Jon Meacham wrote a less provocative piece than its title for the magazine he edits on “The End of Christian America.” Reactions have been mixed even if it is hard to argue either with the data that prompted the article or Meacham’s Augustinian conclusion:
The columnist Cal Thomas was an early figure in the Moral Majority who came to see the Christian American movement as fatally flawed in theological terms. “No country can be truly ‘Christian’,” Thomas says. “Only people can. God is above all nations, and, in fact, Isaiah says that ‘All nations are to him a drop in the bucket and less than nothing’.” Thinking back across the decades, Thomas recalls the hope—and the failure. “We were going through organizing like-minded people to ‘return’ America to a time of greater morality. Of course, this was to be done through politicians who had a difficult time imposing morality on themselves!”

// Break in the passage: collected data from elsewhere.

"""Stay time per averaging window against hand calculations from the standards' rules.

References
----------
- Linear time averaging: FCC OET Bulletin 65, Edition 97-01 (1997), sec. 2 ("time
  averaging"): the exposure S for t seconds of a window T averages to S t / T, so the
  longest stay is T S_lim / S.
- Brief local exposure: ICNIRP 2020 guidelines, Health Phys. 118(5), Table 7 (from
  memory, not checked against the printed table): U = S_6min * 360 s * (0.05 + 0.95
  sqrt(t/360)) for 400 MHz to 6 GHz, S_6min the Table 6 level (40 W/m^2 general public,
  200 W/m^2 occupational above 2 GHz: FOUND, secondary, Bioelectromagnetism Table 7.8).
"""

from __future__ import annotations

import math

import numpy as np
import pytest

from keepclear.fields import limits as limits_mod
from keepclear.fields import stay_time as st

F = 2.45e9


def value(limit_id: str):
    return limits_mod.get_limit(limit_id).at(F)


@pytest.mark.parametrize("q", [1.0, 1.5, 4.0, 30.0])
def test_linear_rule_by_hand_icnirp_whole_body_30_min(q):
    # ICNIRP 2020 Table 5: 10 W/m^2 over 30 min. A place at q times the limit: 1800 s / q.
    out = st.allowed_stay(value("icnirp-2020/general-public"), q)
    assert out.seconds == pytest.approx(1800.0 / q, rel=1e-12)


def test_fcc_occupational_six_minutes_by_hand():
    # 47 CFR 1.1310 Table 1: occupational 5 mW/cm^2 averaged over 6 min. At 100 W/m^2
    # (q = 2): 360 s / 2 = 180 s.
    out = st.allowed_stay(value("fcc-1.1310/occupational"), 100.0 / 50.0)
    assert out.seconds == pytest.approx(180.0)


@pytest.mark.parametrize("q", [0.0, 0.5, 0.999])
def test_below_the_limit_gives_no_stay_time(q):
    assert st.allowed_stay(value("icnirp-2020/general-public"), q).seconds is None
    assert st.allowed_stay(value("icnirp-2020/general-public-local"), q).seconds is None


def test_no_averaging_time_gives_none():
    v = value("fda-1030.10/before-purchase")
    if v.averaging_time_s is None:
        assert st.allowed_stay(v, 5.0).seconds is None


@pytest.mark.parametrize("q", [1.0, 1.2, 2.0, 5.0, 20.0, 400.0])
def test_brief_rule_matches_the_energy_formula_and_is_never_longer(q):
    # Hand calculation for the general-public local level, 40 W/m^2 (ICNIRP 2020 Table 6):
    # the stay t solves S t = U(t) = 40 * 360 * (0.05 + 0.95 sqrt(t/360)).
    v = value("icnirp-2020/general-public-local")
    s = q * 40.0
    out = st.allowed_stay(v, q)
    t = out.seconds
    assert t is not None and t <= 360.0 / q * (1 + 1e-12)  # never longer than linear
    energy_limit = 40.0 * 360.0 * (0.05 + 0.95 * math.sqrt(t / 360.0))
    assert s * t == pytest.approx(energy_limit, rel=1e-9)
    # and the function of the module gives the same limit
    assert st.brief_energy_limit_j_m2(t, 40.0) == pytest.approx(energy_limit, rel=1e-12)
    # every shorter interval stays within its own energy limit
    taus = np.linspace(1e-3, t, 200)
    assert np.all(s * taus <= st.brief_energy_limit_j_m2(taus, 40.0) * (1 + 1e-9))
    if q > 1.0:
        assert "Table 7" in out.rule


def test_brief_rule_worked_example_occupational():
    # 800 W/m^2 at an occupational local limit of 200 W/m^2: q = 4. Linear: 90 s.
    # Brief: 4 y^2 - 0.95 y - 0.05 = 0 -> y = (0.95 + sqrt(0.9025 + 0.8)) / 8 = 0.28184...
    # t = 360 y^2 = 28.598 s; check: 800 * 28.598 = 22 878 J/m^2 = 72 000 * (0.05 + 0.95 * 0.28185).
    out = st.allowed_stay(value("icnirp-2020/occupational-local"), 4.0)
    y = (0.95 + math.sqrt(0.9025 + 0.8)) / 8.0
    assert out.seconds == pytest.approx(360.0 * y * y, rel=1e-12)
    assert out.seconds == pytest.approx(28.598, abs=1e-3)
    assert out.seconds < 90.0


def test_whole_body_limits_use_only_the_linear_rule():
    out = st.allowed_stay(value("icnirp-2020/occupational"), 4.0)
    assert out.seconds == pytest.approx(450.0)
    assert "Table 7" not in out.rule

Two years ago in the epages of Ordained Servant, T. David Gordon reached a similar conclusion, and he didn’t need to quote a columnist:
Indeed, if there is any real evidence of the decline of Christianity in the West, the evidence resides precisely in the eagerness of so many professing Christians to employ the state to advance the Christian religion. That is, if Ellul’s theory is right, the evidence of the decline of Christianity resides not in the presence of other religions (including secularism) in our culture, but in the Judge Moores, the hand-wringing over “under God” in the pledge of allegiance, and the whining about the “war on Christmas.” If professing Christians believe our religion is advanced by the power of the state rather than by the power of the Spirit, by coercion rather than by example and moral suasion, then perhaps Christianity is indeed in decline. If we can no longer say, with the apostle Paul, “the weapons of our warfare are not fleshly,” then perhaps Christianity is indeed in significant decline. If we believe we need Christian presidents, legislators, and judges in order for our faith to advance, then we ourselves no longer believe in Christianity, and it has declined. Christianity does not rise or fall on the basis of governmental activity; it rises or falls on the basis of true ecclesiastical activity. What Christianity needs is competent ministers, not Christian judges, legislators, or executive officers.
Sometimes when the church is really the church she even beats journalists to the real story.